Lutz Dombrowski wird Fünfzig
„Olympia-Meister“ nennen die Kinder ihren Stadtsportlehrer manchmal. Als Lutz Dombrowski 1980 mit 8,54 Metern in Moskau (Russland) zum Olympiasieg flog, schrieben die Zeitungen vom „Bob Beamon des Flachlands“. Am Donnerstag (25. Juni) wird der gebürtige Zwickauer, der seit 1992 als Leichtathletik-Trainer für die LG Staufen und Lehrer des Stadtverbandes Sport im schwäbischen Waldstetten arbeitet, 50 Jahre alt.
Mit seinem Satz auf den damaligen „Flachland-Weltrekord“ weckte Lutz Dombrowski bei den Boykottspielen in Moskau die Erinnerung an den 8,90-Meter-Wundersprung von Bob Beamon (USA) 1968 in der Höhe von Mexiko-Stadt (2.248 m). „Ich befasse mich nicht mit dem Gedanken, Weltrekord zu springen“, sagte der 21-Jährige damals und bekräftigt diese Haltung auch 29 Jahre später: „Mir ging es nie um die Weite, sondern immer ums Gewinnen. Tolle Leistungen sind nur Begleitmusik.“Mit 20.000 DDR-Mark wurde sein Olympiasieg belohnt. „Davon habe ich mir einen Wartburg 353 W gekauft“, erzählt Lutz Dombrowski. Dank des Rekordsprungs wurde der Wagen in der Rekordzeit von zwei Jahren ausgeliefert, ein Privileg für erfolgreiche DDR-Sportler. Sonst betrug die Wartezeit auf ein Auto bis zu 20 Jahre.
Als Spitzel geoutet
Nach der Wende outete sich Lutz Dombrowski, der aus einer Großfamilie stammt und elf Geschwister hat, als erster ehemaliger DDR-Sportler im Herbst 1991 als Stasi-Spitzel. Mit dem offenen Bekenntnis zu seiner Vergangenheit räumte er den Weg in die Zukunft frei. „Mich hat das selber immer belastet. Ich wollte den Ballast einfach loswerden“, sagt er rückblickend mit einem immer noch breiten sächsischen Akzent.

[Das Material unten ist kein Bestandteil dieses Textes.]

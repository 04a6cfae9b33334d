import '../i18n/localize';
import type { AgeGroup, Level } from './plan-request';

/**
 * A squad's level in words, on every screen, the card and e-mails (never the code). Getters, so
 * each read is in the reader's language.
 */
export const LEVEL_LABELS: Record<Level, string> = {
  get beginner() {
    return $localize`:squad level:Beginner`;
  },
  get intermediate() {
    return $localize`:squad level:Intermediate`;
  },
  get advanced() {
    return $localize`:squad level:Advanced`;
  },
};

/**
 * An age group as coaches write it: "U10" (the trade's own shorthand in English, written the way
 * each language's coaches do in its translation), "adult" reads "Adult".
 */
export function ageGroupLabel(ageGroup: AgeGroup): string {
  if (ageGroup === 'adult') return $localize`:age group:Adult`;
  const years = ageGroup.slice(1);
  return $localize`:age group, players under this age:U${years}:years:`;
}
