/**
 * The club rules in words: levels, ages and the place of every parameter of a rule set, so the
 * rule tables, the rule-set check's messages, the history and the "try it" compare all name a
 * number the same way ("Group sizes › Keep-ball › Beginner › Most"), never by its JSON pointer.
 */
import { ACTIVITY_KIND_LABELS, FOCUS_LABELS } from './activity-words';
import type { AgeGroup, Level, PlanKind } from './plan-request';
import type { AgeBand } from './plan-rules';

export const LEVEL_WORDS: Record<Level, string> = {
  beginner: 'Beginner',
  intermediate: 'Intermediate',
  advanced: 'Advanced',
};

export const PLAN_KIND_WORDS: Record<PlanKind, string> = {
  'match-warm-up': 'Match warm-up',
  training: 'Training session',
};

/** "U10" → "Under 10"; "adult" → "Adults". */
export function ageGroupWords(age: string): string {
  const under = /^U(\d+)$/.exec(age);
  if (under) return `Under ${under[1]}`;
  return age === 'adult' ? 'Adults' : age;
}

/** "U6-U8" → "Under 6 to 8"; "U15-adult" → "Under 15 to adult". */
export function ageBandWords(band: AgeBand | string): string {
  const match = /^U(\d+)-(U(\d+)|adult)$/.exec(band);
  if (!match) return band;
  return `Under ${match[1]} to ${match[3] ?? 'adult'}`;
}

/** Words for a rule set's codes wherever one may stand as a key or a value: a kind, a level, an age. */
export function codeWords(key: string): string {
  if (Object.hasOwn(LEVEL_WORDS, key)) return LEVEL_WORDS[key as Level];
  if (Object.hasOwn(ACTIVITY_KIND_LABELS, key))
    return ACTIVITY_KIND_LABELS[key as keyof typeof ACTIVITY_KIND_LABELS];
  if (Object.hasOwn(PLAN_KIND_WORDS, key)) return PLAN_KIND_WORDS[key as PlanKind];
  if (/^U\d+-(U\d+|adult)$/.test(key)) return ageBandWords(key);
  if (/^U\d+$/.test(key) || key === 'adult') return ageGroupWords(key as AgeGroup);
  if (Object.hasOwn(FOCUS_LABELS, key)) return FOCUS_LABELS[key as keyof typeof FOCUS_LABELS];
  return humanise(key);
}

/** "maxPerSide" → "Max per side", "keep-ball" → "Keep ball": the fallback for a key the table lacks. */
function humanise(key: string): string {
  const words = key
    .replace(/([a-z0-9])([A-Z])/g, '$1 $2')
    .replace(/[-_]+/g, ' ')
    .trim()
    .toLowerCase();
  return words ? words[0].toUpperCase() + words.slice(1) : key;
}

/** One step of a path: fixed words, or words made from the key and the value found there. */
interface PathStep {
  words: string | ((key: string, value: unknown) => string);
  /** Named keys below this step. */
  fields?: Record<string, PathStep>;
  /** Any key (a kind, a level, a row) below this step. */
  each?: PathStep;
}

const step = (words: PathStep['words'], fields?: PathStep['fields'], each?: PathStep): PathStep => ({
  words,
  ...(fields ? { fields } : {}),
  ...(each ? { each } : {}),
});
const byCode = (fields?: PathStep['fields'], each?: PathStep) => step(codeWords, fields, each);
const leaf = (words: string) => step(words);
/** A row of a list: its own name when it has one, else "Row 3". */
const row = (noun: string, nameOf: (value: Record<string, unknown>) => unknown, fields: PathStep['fields']) =>
  step((key, value) => {
    const name = value && typeof value === 'object' ? nameOf(value as Record<string, unknown>) : undefined;
    if (typeof name === 'string' && name.trim()) return name.trim().replace(/[.:;]+$/, '');
    return /^\d+$/.test(key) ? `${noun} ${Number(key) + 1}` : humanise(key);
  }, fields);
const numbered = (noun: string, each?: PathStep) =>
  step((key) => (/^\d+$/.test(key) ? `${noun} ${Number(key) + 1}` : humanise(key)), undefined, each);

const GROUP_SIZE = { min: leaf('Fewest'), preferred: leaf('Best'), max: leaf('Most') };
const AREA = {
  width: leaf('Width'),
  length: leaf('Length'),
  forPlayers: leaf('For players'),
  minWidth: leaf('Narrowest'),
  maxWidth: leaf('Widest'),
  step: leaf('Step'),
};

/** The one label table: every parameter of a rule set, in the words of the rule tables. */
const PARAMETERS: Record<string, PathStep> = {
  ageGroups: step(
    'Activities by age',
    undefined,
    byCode({ allowedKinds: leaf('Activities allowed'), band: leaf('Age band'), index: leaf('Order') }),
  ),
  groupSizes: step('Group sizes', undefined, byCode(undefined, byCode(GROUP_SIZE))),
  keepBall: step(
    'Keep-ball ratios',
    undefined,
    byCode({
      formats: step('Formats', undefined, numbered('Format')),
      maxAttackersPerDefender: leaf('Most attackers per defender'),
    }),
  ),
  keepBallLimits: step('Keep-ball room', {
    minM2PerPlayer: leaf('Room a player'),
    minSideM: leaf('Shortest side'),
    twoDefendersFromAge: leaf('Two defenders from age'),
  }),
  areas: step('Area sizes', undefined, byCode(undefined, byCode(AREA))),
  areaLevelScale: step('Area scale by level', undefined, byCode()),
  sessionShapes: step(
    'Parts of a session',
    undefined,
    byCode(
      undefined,
      byCode(
        undefined,
        row('Part', (v) => v['name'], {
          share: leaf('Share'),
          maxMinutes: leaf('Longest'),
          kinds: leaf('Activities'),
          name: leaf('Name'),
          priority: leaf('Kept first when short of time'),
          role: leaf('Role'),
        }),
      ),
    ),
  ),
  themes: step(
    'Training themes',
    undefined,
    byCode({ technical: leaf('Technical part'), opposed: leaf('Opposed part') }),
  ),
  gameFormats: step(
    'Games and goalkeepers',
    undefined,
    byCode({
      maxPerSide: leaf('Most a side'),
      minPerSide: leaf('Fewest a side'),
      goalkeepers: leaf('Goalkeepers'),
    }),
  ),
  timing: step('Timing', {
    minPhaseMinutes: leaf('Shortest part'),
    drinksEveryMinutes: leaf('Drinks break at least every'),
    heatDrinksEveryMinutes: leaf('In the heat, drinks at least every'),
    drinksMinutes: leaf('Drinks break length'),
    conesPerMinute: leaf('Cones put out a minute'),
    goalMovesPerMinute: leaf('Goals moved a minute'),
  }),
  kinds: step(
    'How activities adapt',
    undefined,
    byCode({
      harderWhenArea: leaf('Harder when the area is'),
      substitutes: leaf('Played instead'),
      rotatable: leaf('May be turned'),
    }),
  ),
  touchRates: step(
    'Touch rates',
    undefined,
    byCode({
      perMinute: leaf('Touches a minute'),
      activeShare: leaf('Share of time in play'),
      byRole: step('By role', undefined, byCode()),
    }),
  ),
  touchTarget: step('Touch targets', {
    active: leaf('Warn when a warm-up falls short'),
    minPerPlayer: leaf('Fewest touches per player'),
    maxPerPlayer: leaf('Most touches per player'),
    fromMinutes: leaf('For warm-ups of at least'),
  }),
  cautions: step('Safety', { heatC: leaf('Hot weather from'), coldC: leaf('Cold weather below') }),
  intensity: step('Intensity', { max: leaf('Highest') }),
  supervision: step('Adults', {
    ratios: step(
      'Children per adult',
      undefined,
      row('Row', (v) => (typeof v['upToAge'] === 'number' ? `Up to age ${v['upToAge']}` : undefined), {
        childrenPerAdult: leaf('Children per adult'),
        upToAge: leaf('Up to age'),
      }),
    ),
    minAdults: leaf('Fewest adults at a children’s session'),
    stationsPerAdult: leaf('Stations one adult can oversee'),
    source: leaf('Source'),
  }),
  layout: step('Layout', {
    bufferM: leaf('Room between stations'),
    shotClearanceM: leaf('Room behind goals'),
    gateWidthM: leaf('Gate width'),
  }),
  allocation: step('Grouping', {
    coachPenalty: leaf('Reluctance to add a coach to a group'),
    fallbackStationPenalty: leaf('Reluctance to use a stand-in activity'),
  }),
  variety: step('Variety', { recentPenalty: leaf('Avoid recent activities') }),
  focusBoost: step('Focus weight', undefined, byCode()),
  activities: step(
    'Our activities',
    undefined,
    row('Activity', (v) => v['title'], {
      id: leaf('Reference'),
      kind: leaf('Kind'),
      title: leaf('Title'),
      summary: leaf('Summary'),
      description: leaf('What the players do'),
      coachingPoints: step('Coaching points', undefined, numbered('Point')),
      easier: step('Easier', undefined, numbered('Way')),
      harder: step('Harder', undefined, numbered('Way')),
      ages: step('Ages', { from: leaf('Youngest'), to: leaf('Oldest') }),
      levels: leaf('Levels'),
      focus: leaf('Focus'),
      intensity: leaf('Intensity'),
      balls: leaf('Balls'),
      bibs: leaf('Bibs'),
      layout: leaf('Set-up'),
      players: step('Players in a group', { min: leaf('Fewest'), max: leaf('Most') }),
      origin: leaf('Added by the club'),
      retired: leaf('Retired'),
    }),
  ),
};

const DOCUMENT: Record<string, PathStep> = {
  name: leaf('Name'),
  id: leaf('Reference'),
  version: leaf('Version number'),
  rules: step(
    'Rules',
    undefined,
    row('Rule', (v) => v['description'], {
      id: leaf('Reference'),
      description: leaf('Description'),
      conditions: leaf('When'),
      event: leaf('What it does'),
    }),
  ),
};

/** The keys of an RFC 6901 pointer. */
function tokens(pointer: string): string[] {
  if (pointer === '' || pointer === '/') return [];
  return pointer
    .replace(/^\//, '')
    .split('/')
    .map((t) => t.replace(/~1/g, '/').replace(/~0/g, '~'));
}

/** The value under `key` of a list or object; in a list of rows with ids, the row with that id. */
function child(node: unknown, key: string): unknown {
  if (Array.isArray(node)) {
    if (/^\d+$/.test(key)) return node[Number(key)];
    return node.find((item) => item && typeof item === 'object' && (item as { id?: unknown }).id === key);
  }
  return node && typeof node === 'object' ? (node as Record<string, unknown>)[key] : undefined;
}

/**
 * The place of a pointer in a rule set, in words, one per step:
 * "/parameters/groupSizes/keep-ball/beginner/max" → ["Group sizes", "Keep-ball", "Beginner", "Most"].
 * `document` (the rule set) lets rows be named by their own name ("Arrival", an activity's title).
 */
export function rulePathParts(pointer: string, document?: unknown): string[] {
  const keys = tokens(pointer);
  let node: unknown = document;
  let table: Record<string, PathStep> | undefined = DOCUMENT;
  let each: PathStep | undefined;
  const words: string[] = [];
  keys.forEach((key, i) => {
    node = child(node, key);
    if (i === 0 && key === 'parameters') {
      table = PARAMETERS;
      each = undefined;
      return;
    }
    const known: PathStep | undefined = table && Object.hasOwn(table, key) ? table[key] : each;
    if (!known) {
      words.push(/^\d+$/.test(key) ? `Item ${Number(key) + 1}` : codeWords(key));
      table = undefined;
      each = undefined;
      return;
    }
    words.push(typeof known.words === 'string' ? known.words : known.words(key, node));
    table = known.fields;
    each = known.each;
  });
  return words;
}

/** The same place as one line: "Group sizes › Keep-ball › Beginner › Most". */
export function rulePathWords(pointer: string, document?: unknown): string {
  const parts = rulePathParts(pointer, document);
  return parts.length ? parts.join(' › ') : 'The whole rule set';
}

/** A value of the rules as a person reads it: "4v1, 3v1", "Keep-ball, Duel", "Yes", an activity's title. */
export function ruleValueWords(value: unknown): string {
  if (value === undefined || value === null) return '—';
  if (typeof value === 'boolean') return value ? 'Yes' : 'No';
  if (typeof value === 'number') return String(value);
  if (typeof value === 'string')
    return /^[a-z0-9]+(-[a-z0-9]+)*$|^U\d/.test(value) ? codeWords(value) : value;
  if (Array.isArray(value)) {
    if (value.length === 0) return 'none';
    if (value.every((v) => v && typeof v === 'object' && 'attackers' in v && 'defenders' in v))
      return value
        .map((v: { attackers: number; defenders: number }) => `${v.attackers}v${v.defenders}`)
        .join(', ');
    const words = value.map((v) => ruleValueWords(v)).join(', ');
    return words.length > 120 ? `${words.slice(0, 117)}…` : words;
  }
  const named = value as Record<string, unknown>;
  if (typeof named['attackers'] === 'number' && typeof named['defenders'] === 'number')
    return `${named['attackers']}v${named['defenders']}`;
  for (const key of ['title', 'description', 'name'])
    if (typeof named[key] === 'string' && named[key]) return `“${named[key] as string}”`;
  return 'a group of settings';
}

/** One change in words: "Group sizes › Keep-ball › Beginner › Most: 6 → 5". */
export function ruleChangeWords(
  change: { path: string; change: 'added' | 'removed' | 'changed'; before?: unknown; after?: unknown },
  document?: unknown,
): string {
  const place = change.path === '(name)' ? 'Name' : rulePathWords(change.path, document);
  if (change.change === 'added') return `${place}: added ${ruleValueWords(change.after)}`;
  if (change.change === 'removed') return `${place}: removed (was ${ruleValueWords(change.before)})`;
  return `${place}: ${ruleValueWords(change.before)} → ${ruleValueWords(change.after)}`;
}

/** What "Club rules: …" needs to know of a version (RuleSetSummaryDto has it). */
export interface RulesNamed {
  name: string;
  status: string;
  publishedAt: string | null;
  builtIn: boolean;
}

/**
 * "Club rules: Fernmoor rules, published 3 Dec": the rules a plan was made with, as the plan page
 * and the printed card say it (the date in the reader's locale).
 */
export function rulesInWords(rules: RulesNamed | null, locale?: string): string {
  if (!rules) return 'Club rules';
  if (rules.builtIn) return 'Club rules: Conewise’s starting rules';
  const when = rules.publishedAt
    ? `, published ${new Intl.DateTimeFormat(locale, { day: 'numeric', month: 'short' }).format(new Date(rules.publishedAt))}`
    : '';
  const state =
    rules.status === 'draft' ? ' (a draft)' : rules.status === 'archived' ? ' (an earlier version)' : '';
  return `Club rules: ${rules.name}${when}${state}`;
}
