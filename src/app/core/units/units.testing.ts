/** For component specs: a signed-in person who reads yards and °F, and what metric text looks like. */
import type { Role } from '../../../../shared/types';
import { NEW_CLUB_UNIT_FIELDS, type Units } from '../../../../shared/units';
import type { AuthStore } from '../auth/auth-store';

export const YARDS_AND_FAHRENHEIT: Units = { distance: 'yards', temperature: 'fahrenheit' };

/** A metric size, length, area or temperature in text ("12 × 20 m", "9 m", "4 m²", "30 °C"). */
export const METRIC_WORDS = /\d m(?![\w])|\d m²|°C/;

/** Signs a person of a club in, reading `units` (the club's setting left at metres and °C). */
export function signInReading(auth: AuthStore, units: Units, role: Role = 'coach'): void {
  auth.signIn({
    token: 't',
    user: {
      id: 'u1',
      name: 'Robin Reader',
      email: 'robin@example.org',
      emailVerified: true,
      clubId: 'c1',
      clubName: 'Club',
      role,
      ...NEW_CLUB_UNIT_FIELDS,
      units,
      ownUnits: units,
    },
  });
}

Dabei lebt der Vater von drei Kindern - Tochter Susann war eine begabte Sprinterin und beendete ihre Karriere nach gesundheitlichen Rückschlägen erst vor wenigen Monaten - seit 1992 im Schwabenland. „Anfangs haben mich meine Schüler und Sportler teilweise nicht verstanden. Mittlerweile geht es gut, sie verstehen Sächsisch und ich Schwäbisch“, erzählt der „Lehrer mit der Goldmedaille“.
Kein Rekord mehr für die Ewigkeit
Die Arbeit an der Basis - darin geht Lutz Dombrowski heute auf: „Für mich wäre es undenkbar, im Spitzensport Bundestrainer zu sein. Ich liebe die Arbeit mit Kindern und Jugendlichen.“ Fast täglich steht er auf dem Sportplatz: „Während der Woche ist von 13 bis 20 Uhr Highlife. Erst kommen die Grundschüler, dann die Kaderathleten des Vereins.“
Seit der Bremer Sebastian Bayer im März in Turin (Italien) in der Halle 8,71 Meter gesprungen ist, scheint Lutz Dombrowskis deutsche Freiluft-Bestmarke von Moskau kein Rekord mehr für die Ewigkeit. „Ich hoffe sehr, dass Sebastian ihn mir eines Tages abnimmt“, sagt er.
Doch der ehemalige Athlet des SC Karl-Marx-Stadt, der am 28. Juli 1980 in Moskau auch mit seinem drittbesten Versuch von 8,32 Metern gewonnen hätte, weiß auch um den Druck, der seit Turin auf Sebastian Bayer lastet: „Das ist ein wahnsinniger Rucksack.“ Er selbst hatte es geschafft, vier Jahre nach dem Olympiasieg noch einmal 8,50 Meter nachzulegen.